* _Your goal_
In the listing below, every line with the word "pictureYears" needs to be copied.

* _Task material_
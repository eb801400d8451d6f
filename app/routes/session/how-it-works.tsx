import { useMemo, useRef } from 'react';
import { toFrame } from '#sim-core/index.ts';
import { YearlinePlot } from '#app/yearline/YearlinePlot.tsx';
import { useWidth } from '#app/yearline/use-width.ts';
import { yearlineScale } from '#app/yearline/yearline-scale.ts';
import type { YearRecord } from '#app/yearline/year-records.ts';
import { Moment } from './moment.tsx';
import { pictureGround, pictureSpec, nearest, pictureYears, planned, survivors } from './picture-ground.ts';
import { PictureLabel } from './picture-label.tsx';
import { usePictureRun } from './use-picture-run.ts';

const { survey, last, shown } = pictureYears;

const yearsOn = (years: number) =>
  years === 0 ? 'after the drought' : years === 1 ? '1 year on' : `${years} years on`;

/** What the product does, shown and not told: invented ground, and one future of it made by the engine on the spot. */
export function HowItWorks() {
  const { frames, records, failed } = usePictureRun();
  const reached = Math.max(survey, ...frames.keys());
  // The survey is known before the engine has been fetched, so the picture is never empty.
  const surveyed = useMemo(() => toFrame(pictureGround().cover), []);
  return (
    <section
      aria-label="How it works: one future of an invented marsh"
      className="flex min-w-0 flex-col border-t border-ink max-lg:h-[420px] lg:flex-1 lg:border-t-0"
    >
      <p className="sr-only">
        Three moments of the same ground. In {shown[0]} the drought has left bare mud between stands and a few
        survivors on old mounds, and people plan mounds of their own. In {shown[1]} and {shown[2]} plants have
        spread sideways from all of them. Below, a line of cover from {survey} to {last} falls in the drought
        of 2049 and 2050 and rises again.
      </p>
      <div className="flex min-h-0 flex-1">
        {shown.map((moment, i) => {
          const year = Math.min(moment, reached);
          return (
            <Moment
              key={moment}
              year={year}
              words={yearsOn(year - survey)}
              frame={frames.get(year) ?? surveyed}
              growing={!failed && year < moment}
            >
              {i === 0 && (
                <>
                  <PictureLabel
                    at={nearest(planned, { column: 40, row: 112 })}
                    lines={['a foothold people add:', 'planted mounds fly a flag']}
                  />
                  <PictureLabel
                    at={nearest(survivors, { column: 70, row: 236 })}
                    lines={['a foothold that survived', 'on an old mound']}
                  />
                </>
              )}
            </Moment>
          );
        })}
      </div>
      <PictureYearline {...{ records, failed }} year={Math.min(shown[2], reached)} />
    </section>
  );
}

const spec = pictureSpec();

function PictureYearline(props: { records: readonly YearRecord[]; year: number; failed: boolean }) {
  const { records, year, failed } = props;
  const box = useRef<HTMLDivElement>(null);
  const width = useWidth(box);
  const drought = spec.droughtIndex as number[];
  const tolerances = {
    open: spec.rates.tolerance,
    nearMound: spec.rates.tolerance - spec.rates.refugeShift,
  };
  const scale = yearlineScale({
    width,
    surveyYear: survey,
    lastYear: last,
    indices: [...drought, tolerances.nearMound],
    highestShare: 1,
  });
  const soFar = records.at(-1)?.year ?? survey;
  return (
    <div ref={box} className="relative overflow-hidden border-t border-ink">
      {width > 0 && (
        <YearlinePlot
          {...{ scale, surveyYear: survey, lastYear: last, records, tolerances }}
          year={year}
          availableUntil={soFar}
          droughtIndex={drought}
          pins={[
            { year: survey + 1, label: '' },
            { year: survey + 2, label: 'mounds' },
          ]}
          marks={[{ year: 2049, label: 'the next drought' }]}
          heading=""
        />
      )}
      {!scale.compact && (
        <p className="absolute top-3 left-6 w-[108px] text-note text-ink-2">
          {failed
            ? 'Invented ground. This browser could not run its future.'
            : 'Invented ground; one future, run by the engine as you look.'}
        </p>
      )}
    </div>
  );
}
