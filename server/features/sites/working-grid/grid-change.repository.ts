import type { Manager } from '#server/database/manager.ts';
import { GridChangeEntity, type GridChangeRow } from '#server/database/entities/grid-change.ts';

export const findGridChange = (manager: Manager, siteId: string): Promise<GridChangeRow | null> =>
  manager.findOneBy(GridChangeEntity, { siteId });

/** Those whose work is to be begun or taken up again, oldest first. */
export const unfinishedGridChanges = (manager: Manager): Promise<GridChangeRow[]> =>
  manager.find(GridChangeEntity, { where: { state: 'aligning' }, order: { askedAt: 'ASC' } });

/** In the place of one that failed. */
export async function putGridChange(manager: Manager, row: GridChangeRow): Promise<void> {
  await manager.delete(GridChangeEntity, { siteId: row.siteId });
  await manager.insert(GridChangeEntity, row);
}

/** Changes a row unless another has taken its place. */
export async function updateGridChange(
  manager: Manager,
  { siteId, id }: Pick<GridChangeRow, 'siteId' | 'id'>,
  change: Partial<GridChangeRow>,
): Promise<void> {
  await manager.update(GridChangeEntity, { siteId, id }, change);
}

export async function deleteGridChange(manager: Manager, siteId: string): Promise<void> {
  await manager.delete(GridChangeEntity, { siteId });
}
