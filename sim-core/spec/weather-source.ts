import { z } from 'zod';
import { driest, maximumYears, wettest } from './limits.ts';

const index = z.number().min(driest).max(wettest);
/** Shortest mean interval, years: shorter ones are no droughts apart, and would be drawn for ever. */
export const shortestWait = 0.01;
const years = z.number().min(shortestWait).max(10_000);
const shape = z.number().min(0.05).max(1000);

/** How long something takes, in years. */
export const waitingLawSchema = z.discriminatedUnion('law', [
  z.strictObject({ law: z.literal('fixed'), years }),
  z.strictObject({ law: z.literal('exponential'), mean: years }),
  z.strictObject({ law: z.literal('weibull'), shape, scale: years }),
  z.strictObject({ law: z.literal('gamma'), shape, scale: years }),
]);
export type WaitingLaw = z.infer<typeof waitingLawSchema>;

/** A drought record, by year or by month, in any order. */
const series = z.strictObject({
  kind: z.literal('series'),
  values: z
    .array(
      z.strictObject({
        year: z.number().int(),
        month: z.number().int().min(1).max(12).optional(),
        value: index,
      }),
    )
    .min(1)
    .max(maximumYears * 12),
  /**
   * `dated`: each year as the record has it, the same in every replicate. `from a drawn year`: each replicate reads
   * the record on from a year of its own, beginning again at its end, so all that is known of how years follow each
   * other is kept but for one join.
   */
  order: z.enum(['dated', 'from a drawn year']),
});
export type DroughtSeries = Omit<z.infer<typeof series>, 'kind'>;
/** One value of a drought record: of a year, or of a month of it. */
export type SeriesValue = DroughtSeries['values'][number];

/** Weather that remembers: each step keeps part of the last and adds chance. */
const palmerType = z.strictObject({
  kind: z.literal('palmer-type'),
  /** long-run mean of the index, 0 unless said */
  mean: index.optional(),
  /** long-run standard deviation of the index */
  standardDeviation: z.number().min(0).max(10),
  /** share of the index that a year hands on to the next, Palmer's 0.897^12 = 0.271 unless said */
  memory: z.number().min(0).max(0.999).optional(),
  /** index at the end of the survey year; drawn from the long-run law unless said */
  start: index.optional(),
});
export type PalmerRecursion = Omit<z.infer<typeof palmerType>, 'kind'>;

/** Droughts that come back: a renewal process of their beginnings. */
const renewal = z.strictObject({
  kind: z.literal('renewal'),
  /** from the beginning of one drought to that of the next */
  returnInterval: waitingLawSchema,
  /** years since the latest drought before the end of the survey year began; that drought may still last */
  sinceLatest: z.number().min(0).max(10_000),
  /** index while a drought lasts: its mean, and the standard deviation between droughts (0 unless said) */
  depth: index,
  depthSpread: z.number().min(0).max(10).optional(),
  /** how long a drought lasts; it ends early where the next one begins */
  length: waitingLawSchema,
  /** index at other times, 0 unless said; no drought is milder */
  between: index.optional(),
});
export type DroughtRenewal = Omit<z.infer<typeof renewal>, 'kind'>;

/** Weather that each replicate draws for itself, and options under one outlook share. */
export const drawnWeatherSchema = z.discriminatedUnion('kind', [series, palmerType, renewal]);
export type DrawnWeather = z.infer<typeof drawnWeatherSchema>;

/**
 * Where the drought index comes from, Palmer scale, negative is dry: one value for all steps, one a year or one a step,
 * from the year after the survey (the same in every replicate); or drawn.
 */
export const weatherSourceSchema = z.union([
  index,
  z.array(index).max(maximumYears * 12),
  drawnWeatherSchema,
]);
export type WeatherSource = z.infer<typeof weatherSourceSchema>;
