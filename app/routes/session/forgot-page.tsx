import { zodResolver } from '@hookform/resolvers/zod';
import { useMutation } from '@tanstack/react-query';
import { useForm } from 'react-hook-form';
import { requestPasswordReset } from '#contract/people.ts';
import { Button } from '#app/components/button.tsx';
import { TextField } from '#app/components/inputs.tsx';
import { Notice, ProblemNotice } from '#app/components/notice.tsx';
import { WordLink } from '#app/components/word-button.tsx';
import { requestResetMutation } from '#app/features/session/password-reset.ts';
import { DoorLayout } from './door-layout.tsx';

export function Page() {
  const request = useMutation(requestResetMutation);
  const form = useForm({
    resolver: zodResolver(requestPasswordReset.body),
    defaultValues: { email: '' },
  });
  return (
    <DoorLayout title="Forgot password" lead="A link to set a new one comes by e-mail.">
      {request.isSuccess ? (
        <Notice className="mt-7" title="Look in your mail.">
          If there is an account for {request.variables.email}, a link is on its way. It works once, and not
          for long. Where no mail server is set up, the message waits in the outbox folder of whoever runs the
          server.
        </Notice>
      ) : (
        <form
          className="mt-4"
          noValidate
          onSubmit={(event) => void form.handleSubmit((values) => request.mutate(values))(event)}
        >
          <TextField
            className="mt-3.5"
            label="E-mail of your account"
            type="email"
            autoComplete="username"
            error={form.formState.errors.email?.message}
            {...form.register('email')}
          />
          {request.isError && <ProblemNotice className="mt-4" error={request.error} />}
          <div className="mt-4 flex flex-wrap items-center gap-4.5">
            <Button type="submit" kind="primary" busy={request.isPending} busyLabel="Sending">
              Send the link
            </Button>
          </div>
        </form>
      )}
      <p className="mt-6">
        <WordLink to="/sign-in">Back to sign in</WordLink>
      </p>
    </DoorLayout>
  );
}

* _Exercise response_
import { pictureGround, pictureSpec, nearest, pictureYears, planned, survivors } from './picture-ground.ts';
const { survey, last, shown } = pictureYears;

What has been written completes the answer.